In this study we assume that the interpretations of deboer and Wonders and of Herbert and Fischer are correct: Seafloor aeration and pelagic carbonate production were related to the orbital variations. We invert this deduction in a forward model, attempting to derive a stratigraphy from the astronomical precession index curve by assuming that the observed geologic oscillations are simple functions of that curve.
It should be clear from the outset that we do not imply a direct response of sedimentation to the orbitally driven variations in insolation patterns. Such responses must have occurred by roundabout pathways involving atmospheric climate and the oceans. Each response is likely to be nonlinear and accompanied by feedback (Imbrie and Imbrie, 1980; Imbrie, 1982). But, because we are unable to model atmospheric and oceanic responses and at the risk of being naive, we have leaped over these obstacles in a pragmatic attempt to model the sedimentation and stratigraphy of a 1,600-k.y. sequence, almost 100 Ma, from the astronomical insolation curves (precession index) of our time.

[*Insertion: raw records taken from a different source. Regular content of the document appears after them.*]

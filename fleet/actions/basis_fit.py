"""Whether an empty weight goes with the loading basis it will be used with; asked at entry and at
approval.
"""

from datetime import datetime

from fleet.empty_weight_reading import read_empty_weight
from fleet.models import Aircraft
from fleet.queries.figures import basis_of
from fleet.queries.in_force import basis_in_force
from records.refusal import Fault, Invalid
from records.strict_json import JSON


def refuse_unfit(aircraft: Aircraft, document: JSON, true_from: datetime, now: datetime) -> None:
    """This function will raise Invalid when the empty weight does not go with the basis in force at
    `true_from`.

    It does not with another datum, a base fit the basis does not have, or a weight the aircraft could not
    take off with. Where no basis is in force there is nothing to go with, and nothing is refused.
    """
    version = basis_in_force(aircraft, true_from, now)
    if version is None:
        return
    basis = basis_of(version)
    figures = read_empty_weight(document, basis)
    limit = basis.limits.take_off
    if limit is not None and limit.value is not None and figures.weight > limit.value:
        raise Invalid(
            Fault(
                "/weight",
                "empty-weight-implausible",
                "the empty aircraft would be above its take-off limit; look at figure and unit",
            )
        )
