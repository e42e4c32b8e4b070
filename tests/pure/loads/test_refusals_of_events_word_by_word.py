"""Every refusal of events on a flight in full: which fields are named, in which order, and what is said.

What each sentence says was read against what the user must do next; `agreed_texts/` has them. The aircraft is
the invented twin with a landing gear, or the one of `round_figures`.
"""

from dataclasses import replace
from typing import Any

import pytest

from fleet.basis import Basis
from loads.balance.declared import read_load
from loads.balance.shape import check_shape
from records.refusal import Invalid
from tests.pure.loads.agreed import agreed, faults_told
from tests.pure.loads.cases.test_hoist import CRATE, FOUND
from tests.pure.loads.cases.test_loads_that_leave_or_move import event
from tests.pure.loads.making import load
from tests.pure.loads.round_figures import q, round_basis, round_load
from tests.pure.loads.test_sequencing import (
    BAGS,
    OFF,
    ROWS,
    TWIN,
    leaving,
    moving,
    position,
    transfer,
)

AGREED = agreed("refusals_of_events")
HERE = {"place": "HOLD", "what": "crate"}
WITHOUT = replace(round_basis().configurations[0], seats=("P", "S1", "S2", "S3"), places=("DOOR", "HOOK"))
BLOCKED = replace(
    round_basis(),
    configurations=(WITHOUT,),
    closed=(("S4", "DD-14, seat torn"), ("HOLD", "DD-15, lining loose")),
)
TWO_PILOTS = replace(
    round_basis(), configurations=(replace(round_basis().configurations[0], minimum_crew=2),)
)
NO_PLACES = replace(round_basis(), configurations=(replace(round_basis().configurations[0], places=()),))
# what happens, jumpers from the start, the basis
CAME: list[tuple[str, int, Basis, list[dict[str, Any]]]] = [
    ("named before they come", 0, round_basis(), [
        event(10, leave=[{"seat": "S2"}, HERE] ),
        event(20, come_aboard=[FOUND, CRATE]),
    ]),
    ("somebody moves before they come", 0, round_basis(), [
        event(10, move=[{"seat": "S2", "to": "DOOR"}]),
        event(20, come_aboard=[FOUND]),
    ]),
    ("no seat, no name, the same name twice", 1, round_basis(), [
        event(10, come_aboard=[FOUND | {"seat": "S9"}]),
        event(20, come_aboard=[FOUND, FOUND | {"name": " t.  brisk".strip(), "seat": "S3"}]),
        event(30, come_aboard=[FOUND | {"name": "n. s1", "seat": "S4"}]),
    ]),
    ("an infant's name counts, too", 0, round_basis(), [
        event(10, come_aboard=[FOUND | {
            "lap_infant": {"name": "B. Brisk", "weight": q(18), "how": "weighed"}}]),
        event(20, come_aboard=[FOUND | {"name": "B. Brisk", "seat": "S3"}]),
    ]),
    ("a seat whose person is aboard", 1, round_basis(), [
        event(10, come_aboard=[FOUND | {"seat": "S1"}]),
    ]),
    ("a seat another moved to", 1, round_basis(), [
        event(10, move=[{"seat": "S1", "to": "S2"}]),
        event(20, come_aboard=[FOUND]),
    ]),
    ("the same words in the same place", 0, round_basis(), [
        event(10, come_aboard=[CRATE, CRATE]),
        event(20, come_aboard=[CRATE | {"what": "chest"}]),
    ]),
    ("something unknown there", 0, round_basis(), [
        event(10, come_aboard=[CRATE | {"place": "LOFT"}]),
        event(20, come_aboard=[FOUND | {"place": "HOLD"}]),
        event(30, come_aboard=[FOUND | {"at": "LOFT"}]),
        event(40, come_aboard=[]),
    ]),
    ("no places at all", 0, NO_PLACES, [
        event(10, come_aboard=[FOUND | {"at": "DOOR"}]),
        event(20, come_aboard=[CRATE]),
        event(30, leave=[HERE]),
    ]),
    ("closed places and blocked seats", 0, BLOCKED, [
        event(10, come_aboard=[FOUND | {"seat": "S4"}]),
        event(20, come_aboard=[FOUND | {"at": "HOLD"}]),
        event(30, come_aboard=[CRATE]),
    ]),
    ("a second pilot in command, and crew with an infant", 0, round_basis(), [
        event(10, come_aboard=[FOUND | {"position": "pilot in command"}]),
        event(20, come_aboard=[FOUND | {"name": "M. Ash", "seat": "S3", "position": "medic",
                                        "restraint": q(5), "lap_infant": {"name": "B. Ash"}}]),
    ]),
    ("before take-off", 0, round_basis(), [event(0, since="engine start", come_aboard=[FOUND])]),
    ("what lies on a pallet leaves with it", 0, round_basis(), [
        event(10, come_aboard=[CRATE | {"pallet": {"weight": q(20)}}]),
        event(20, leave=[HERE | {"weight": q(10)}]),
    ]),
    ("how heavy it is was not declared", 0, round_basis(), [
        event(10, come_aboard=[{"kind": "cargo", "what": "crate", "place": "HOLD", "how": "standard"}]),
        event(20, leave=[HERE | {"weight": q(10)}]),
    ]),
    ("several of the same words", 0, round_basis(), [event(20, leave=[{"place": "DOOR", "what": "chute"}])]),
    ("somebody gone, and something gone, again", 2, round_basis(), [
        event(10, leave=[{"seat": "S1"}, {"place": "HOLD", "what": "bag"}]),
        event(20, leave=[{"seat": "S1"}]),
        event(30, move=[{"place": "HOLD", "what": "bag", "to": "DOOR"}]),
        event(40, move=[{"seat": "S1", "to": "DOOR"}]),
    ]),
    ("too few of the crew", 0, TWO_PILOTS, [
        event(10, come_aboard=[FOUND | {"position": "medic"}]),
        event(20, leave=[{"seat": "S2"}]),
    ]),
    ("a place for a person who is not named", 0, round_basis(), [
        event(10, move=[{"seat": "S9", "to": "LOFT"}]),
        event(20, move=[{"place": "HOLD", "what": "bag", "to": "S1"}]),
        event(30, move=[{"place": "HOLD", "what": "bag"}]),
        event(40, move=[{"to": "DOOR"}]),
    ]),
]  # fmt: skip
MORE: list[tuple[str, list[Any]]] = [
    ("several things in one event", [leaving(OFF) | position("DOWN") | transfer("LEFT-AUX", "TIP", 1)]),
    ("a transfer without its quantity", [{"after_burning": q(0), "transfer": {"from": "TIP", "to": 7}}]),
    ("more than is there, in pounds", [transfer("LEFT-AUX", "LEFT-MAIN", "10.0001")]),
    ("an item without its words", [moving({"place": "AFT-HOLD", "to": "NOSE-HOLD"})]),
    ("words without a place", [leaving({"what": "checked bags"})]),
    ("a person with a weight and words", [leaving(OFF | {"what": "L. Osei", "weight": q(10)})]),
    ("a third of it twice", [leaving(BAGS | {"weight": q(80)}), leaving(BAGS | {"weight": q(41)})]),
    ("no list", [{"after_burning": q(0), "leave": OFF}]),
    ("more lines than are read", [leaving(*[OFF] * 201)]),
    ("in kilograms, behind the landing", [leaving(OFF, at=0) | {"after_burning": q(191, "kg")}]),
    ("by volume, behind the landing", [leaving(OFF, at=0) | {"after_burning": q("70.1", "US gal")}]),
    ("taxiing, behind the take-off", [
        position("DOWN", at=0) | {"after_burning": q("4.1", "US gal"), "since": "engine start"}]),
    ("taxiing, more than is there", [
        position("DOWN", at=781) | {"since": "engine start"}]),
]  # fmt: skip


def told(document: dict[str, Any], basis: Basis) -> list[str]:
    with pytest.raises(Invalid) as refused:
        read_load(document, basis)
    return faults_told(refused.value.faults)


def asked() -> dict[str, tuple[dict[str, Any], Basis]]:
    """Every document by its title."""
    found = {
        f"{number}. {pointer} {code}": (load(sequence=events), TWIN)
        for number, (events, pointer, code) in enumerate(ROWS, 1)
    }
    found |= {title: (load(sequence=events), TWIN) for title, events in MORE}
    items = [("bag", "HOLD", 30), ("chest", "HOLD", 30), ("chute", "DOOR", 20), ("chute", "DOOR", 20)]
    for title, jumpers, basis, events in CAME:
        has = [] if basis in (BLOCKED, NO_PLACES) else items
        found[title] = (round_load(jumpers, items=has, sequence=events), basis)
    return found


ASKED = asked()


@pytest.mark.parametrize("title", ASKED)
def test_what_is_said_of_events_that_cannot_be(title: str) -> None:
    assert told(*ASKED[title]) == AGREED[title]


def test_every_agreed_refusal_of_events_is_asked_for() -> None:
    assert list(AGREED) == list(ASKED)


def test_without_a_basis_the_form_of_events_is_refused_in_the_same_words() -> None:
    run = [
        {"after_burning": q(1, "in"), "since": "landing", "leave": [OFF] * 201},
        {"after_burning": q(-1), "move": [{"deck": 1}]},
        {"after_burning": q(0), "transfer": {"from": "TIP", "quantity": q(0)}},
        {"after_burning": q(0)},
    ]
    with pytest.raises(Invalid) as refused:
        check_shape(load(sequence=run))

    assert faults_told(refused.value.faults) == [
        "/sequence/0/after_burning/unit unit-dimension: in is no unit of weight or volume; "
        "use one of kg, lb, l, US gal, imp gal",
        "/sequence/0/since choice: not one of the words used here; write engine start or take-off",
        "/sequence/0/leave too-many: 201 lines; at most 200 are read, so put lines together",
        "/sequence/1/after_burning/value negative: below zero; write a positive figure",
        "/sequence/1/move/0/deck unknown-field: no such field here; "
        "the fields are seat, place, what, weight, to",
        "/sequence/2/transfer/to missing: this field is needed and nothing is assumed; state it",
        "/sequence/2/transfer/quantity/value zero: zero makes no sense here; write the true figure, or leave "
        "the line out",
        "/sequence/3/leave one-of: an event is exactly one of leave, move, transfer, position, come_aboard; "
        "write one event for each",
    ]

In developing this model, we had only two variables to work with, both involving nonlinearity in response to orbital forcing; the nonlinearity in the response of carbonate production and the nonlinearity in the response of bioturbation. A simple formula sufficed to provide a synthetic stratigraphy quite similar to that observed.
Our model demonstrates the potential of bioturbation to overprint original depositional cyclicities. It also illuminates the long-standing problem of why geologic phenomena such as ice volume and bedding rhythms have such a prominent 100-k.y. eccentricity signal by showing how each nonlinear step transfers power from the precession (carrier wave) to the eccentricity (modulator waves).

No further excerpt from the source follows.